The point is, this business allows us to play that role in a unique way. I believe that someday I may enjoy sitting in an office and treating patients who walk in the door, or waiting in an emergency department, or roaming a hospital floor. But that’s different; you are the all-knowing Man on the Mountain, and your patients come and form a line to beg for your wisdom. On the ambulance, people call for help, and we go to them. We take the trouble; we’re the humble servant. Yes, they have to ask, but once they do, we bring the noise, we say: “There, there. We’re here now. Everything’s going to be all right.” In the simplest, most fundamental template of this job, people have problems and they call us; we hear the call and we drive toward them; we walk into their home or business or any of the places that people go; we see a human being in distress; and we kneel beside them and ask, “How can I help?”

By coming to people in their time of need, we get closer to the heart of it all. By our willingness to kneel, we open ourselves for the dying eight-year-old to ask: “Mrs. Nurse, will you hold my hand? I’ve never died before and I’m scared.” And that’s special, and it’s not such a bad thing to elevate it, even though — as Thom Dick reminds us — no matter how much we love it, it won’t love us back.

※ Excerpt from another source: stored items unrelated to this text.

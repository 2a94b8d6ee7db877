import { readdirSync, readFileSync } from 'node:fs';
import { join, posix, relative, sep } from 'node:path';
import { parseSync, Visitor } from 'oxc-parser';

/** One import found in a file: what it asks for and on which line. */
export interface FoundImport {
  wanted: string;
  line: number;
}

/** Rooms a room may import from (itself always). Everything not listed is forbidden. */
export const mayImport: Record<string, string[]> = {
  'shared/stats': [],
  'shared/time': [],
  'shared/travel': ['shared/time'],
  'shared/forecast': ['shared/stats'],
  'shared/schedule': ['shared/forecast', 'shared/stats', 'shared/travel', 'shared/time'],
  'shared/optimiser': ['shared/schedule'],
  'shared/grooming': ['shared/stats'],
  'shared/texts': ['shared/time'],
  'shared/api': ['shared/*'],

  server: ['server/*', 'shared/*'],
  'server/errors.ts': ['shared/api'],
  'server/env.ts': ['server/readOrMakeFile.ts'],
  'server/readOrMakeFile.ts': [],
  'server/clock.ts': ['server/env.ts'],
  'server/log.ts': ['server/env.ts'],
  'server/http': ['server/services', 'shared/api'],
  'server/routes': ['server/http', 'server/services', 'server/presenters', 'shared/api'],
  'server/policies': ['server/models', 'shared/api'],
  'server/presenters': ['server/models', 'shared/*'],
  'server/services': [
    'server/models',
    'server/db',
    'server/policies',
    'server/optimiser',
    'server/area',
    'server/sms',
    'server/mail',
    'shared/!api',
  ],
  'server/models': ['server/db', 'shared/!api'],
  'server/db': [],
  'server/db/seed': ['server/services', 'server/models', 'server/db', 'server/area', 'shared/!api'],
  'server/area': ['tiles', 'shared/travel'],
  'server/optimiser': ['shared/optimiser', 'shared/schedule'],
  'server/jobs': ['server/services'],
  'server/sms': ['shared/texts'],
  'server/mail': ['shared/texts'],
  'server/setup': ['tiles'],

  'src/lib': [],
  'src/components': ['src/lib'],
  'src/api': ['src/lib', 'shared/*'],
  'src/offline': ['src/api', 'src/lib', 'shared/*'],
  'src/map': ['src/components', 'src/lib', 'shared/*', 'tiles/layers.ts'],
  'src/strips': ['src/components', 'src/lib', 'shared/*'],
  'src/features': [
    'src/map',
    'src/strips',
    'src/offline',
    'src/components',
    'src/api',
    'src/lib',
    'shared/!optimiser',
  ],
  'src/routes': [
    'src/features',
    'src/map',
    'src/strips',
    'src/offline',
    'src/components',
    'src/api',
    'src/lib',
    'shared/!optimiser',
  ],
  src: [
    'src/routes',
    'src/features',
    'src/components',
    'src/api',
    'src/offline',
    'src/lib',
    'shared/*',
  ],

  tiles: ['shared/travel'],
  tests: [
    'shared/*',
    'server/*',
    'server',
    'src/*',
    'src',
    'tiles',
    'server/errors.ts',
    'server/env.ts',
  ],
};

/** What every room of the server may lean on: they lean on nothing but each other. */
const groundFloor = [
  'server/errors.ts',
  'server/env.ts',
  'server/clock.ts',
  'server/log.ts',
  'server/readOrMakeFile.ts',
];

/** Reads one file's imports: static, exported-from, dynamic, and `new URL(…, import.meta.url)`. */
export function readImports(path: string, text: string): FoundImport[] {
  const { program, errors } = parseSync(path, text);
  if (errors.length > 0) throw new Error(`${path} cannot be read: ${errors[0]!.message}`);
  const found: FoundImport[] = [];
  const add = (value: unknown, start: number) => {
    if (typeof value === 'string')
      found.push({ wanted: value, line: text.slice(0, start).split('\n').length });
  };
  new Visitor({
    ImportDeclaration: (node) => add(node.source.value, node.start),
    ExportNamedDeclaration: (node) => add(node.source?.value, node.start),
    ExportAllDeclaration: (node) => add(node.source.value, node.start),
    ImportExpression: (node) => {
      if (node.source.type === 'Literal') add(node.source.value, node.start);
    },
    NewExpression: (node) => {
      const [first, second] = node.arguments;
      const isUrl = node.callee.type === 'Identifier' && node.callee.name === 'URL';
      if (
        isUrl &&
        first?.type === 'Literal' &&
        second &&
        text.slice(second.start, second.end) === 'import.meta.url'
      )
        add(
          typeof first.value === 'string' && /\.[cm]?[jt]sx?$/.test(first.value)
            ? first.value
            : null,
          node.start,
        );
    },
  }).visit(program);
  return found;
}

/** The repository path an import reaches, or null for a package. */
export function resolveImport(from: string, wanted: string): string | null {
  const alias = /^#(shared|server|src|tiles)\/(.*)$/.exec(wanted);
  if (alias) return `${alias[1]}/${alias[2]}`;
  if (wanted.startsWith('.')) return posix.normalize(posix.join(posix.dirname(from), wanted));
  return null;
}

/** The most specific room a path lies in. */
export function roomOf(path: string): string {
  if (mayImport[path]) return path;
  for (let folder = posix.dirname(path); folder !== '.'; folder = posix.dirname(folder))
    if (mayImport[folder]) return folder;
  return path.split('/')[0]!;
}

/** Says in words why an import is forbidden, or null when it is fine. */
export function judgeImport(from: string, target: string): string | null {
  if (target.startsWith('tests/') && !from.startsWith('tests/')) return 'nobody imports tests';
  const isTest = /\.test\.tsx?$/.test(from);
  const fromRoom = roomOf(from);
  const toRoom = roomOf(target);
  const fromFeature = /^src\/features\/([^/]+)\//.exec(from)?.[1];
  const toFeature = /^src\/features\/([^/]+)\//.exec(target)?.[1];
  if (fromFeature && toFeature)
    return fromFeature === toFeature ? null : 'no feature imports another';
  if (fromRoom === toRoom) return null;
  if (from.startsWith('server/') && groundFloor.includes(target)) return null;
  if (fromRoom === 'server/db/seed' && toRoom === 'server/db') return null;
  // Command-line doors tie rooms together like main.ts does.
  if (/^server\/(db|area)\/\w*[cC]li\.ts$/.test(from) && /^(server|shared|tiles)/.test(target))
    return null;
  const allowed = mayImport[fromRoom] ?? [];
  if (allowed.some((rule) => matches(rule, target, toRoom))) return null;
  if (isTest && fromRoom.startsWith('shared') && toRoom === 'shared/time') return null;
  return `${fromRoom} may import ${allowed.join(', ') || 'nothing outside itself'}`;
}

/** Every forbidden import below `root`, as lines for people. */
export function findForbidden(
  root: string,
  folders = ['shared', 'server', 'src', 'tiles', 'tests'],
): string[] {
  const complaints: string[] = [];
  for (const file of folders.flatMap((folder) => listFiles(join(root, folder)))) {
    const path = relative(root, file).split(sep).join('/');
    if (path.includes('/fixtures/')) continue;
    for (const { wanted, line } of readImports(path, readFileSync(file, 'utf8'))) {
      const target = resolveImport(path, wanted);
      const why = target === null ? judgePackage(path, wanted) : judgeImport(path, target);
      if (why) complaints.push(`${path}:${line} imports ${wanted}: ${why}`);
    }
  }
  return complaints;
}

/** Import circles inside one floor, each as the list of files that form it. */
export function findCircles(root: string, folders: string[]): string[][] {
  const edges = new Map<string, string[]>();
  for (const file of folders.flatMap((folder) => listFiles(join(root, folder)))) {
    const path = relative(root, file).split(sep).join('/');
    edges.set(
      path,
      readImports(path, readFileSync(file, 'utf8'))
        .map(({ wanted }) => resolveImport(path, wanted))
        .filter((target): target is string => target !== null),
    );
  }
  const circles: string[][] = [];
  const state = new Map<string, 'open' | 'closed'>();
  const walk = (path: string, trail: string[]) => {
    if (state.get(path) === 'closed') return;
    if (state.get(path) === 'open') {
      circles.push([...trail.slice(trail.indexOf(path)), path]);
      return;
    }
    state.set(path, 'open');
    for (const next of edges.get(path) ?? []) walk(next, [...trail, path]);
    state.set(path, 'closed');
  };
  for (const path of edges.keys()) walk(path, []);
  return circles;
}

function judgePackage(path: string, wanted: string): string | null {
  const pure = path.startsWith('shared/') && !path.endsWith('.test.ts');
  if (pure && /^node:|^(express|sequelize|mariadb|react|leaflet|twilio)\b/.test(wanted))
    return 'shared is pure: no I/O, no Node, no DOM';
  if (path.startsWith('src/') && !/\.test\.tsx?$/.test(path) && wanted.startsWith('node:'))
    return 'the browser has no Node';
  return null;
}

function matches(rule: string, target: string, room: string): boolean {
  if (rule === room || rule === target) return true;
  const negative = /^(.+)\/!(.+)$/.exec(rule);
  if (negative)
    return (
      target.startsWith(`${negative[1]}/`) && !target.startsWith(`${negative[1]}/${negative[2]}/`)
    );
  return rule.endsWith('/*') && target.startsWith(rule.slice(0, -1));
}

function listFiles(folder: string): string[] {
  let entries;
  try {
    entries = readdirSync(folder, { withFileTypes: true });
  } catch {
    return [];
  }
  return entries.flatMap((entry) => {
    const path = join(folder, entry.name);
    if (entry.isDirectory()) return entry.name === 'node_modules' ? [] : listFiles(path);
    return /\.(m?[jt]sx?)$/.test(entry.name) && !entry.name.endsWith('.d.mts') ? [path] : [];
  });
}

No matter where I go from here, for me, EMS will always be about that feeling of kneeling beside someone. Or the experience of sitting on the ambulance bench, alone, just my own thoughts and a trusting and vulnerable patient.

That moment when I walk into the room, and all eyes turn to me.

The mental perk-up as the radio crackles, and the extra acuity that dials in as I recognize my call sign and my gears start turning.

Opening my mouth to give a report to a trauma bay filled with nameless people wearing scrubs.

Holding an old lady’s hand as we bounce down the road.

Touching a shoulder as I say good-bye.

Iced coffee from Dunkin’ Donuts, titrated to my tiredness.

The smell, sound, and non-stop rumbling of a diesel engine.

Black shoe polish.

Sitting beside a partner and feeling like it’s the two of us against the world.

There’s a lot that’s wrong with this job. But there’s something that’s right about it, too, and it’s something important. And that’s why we keep coming back.

I’ll be busy soon, and this site will have to take a back burner. Updates will come less frequently, and I can’t guarantee new scenarios or new posts or new Library material on any reliable schedule. But wherever I end up, I don’t plan to turn my back on it. Because even if you leave the ambulance, I’m not sure if you ever stop being an EMT.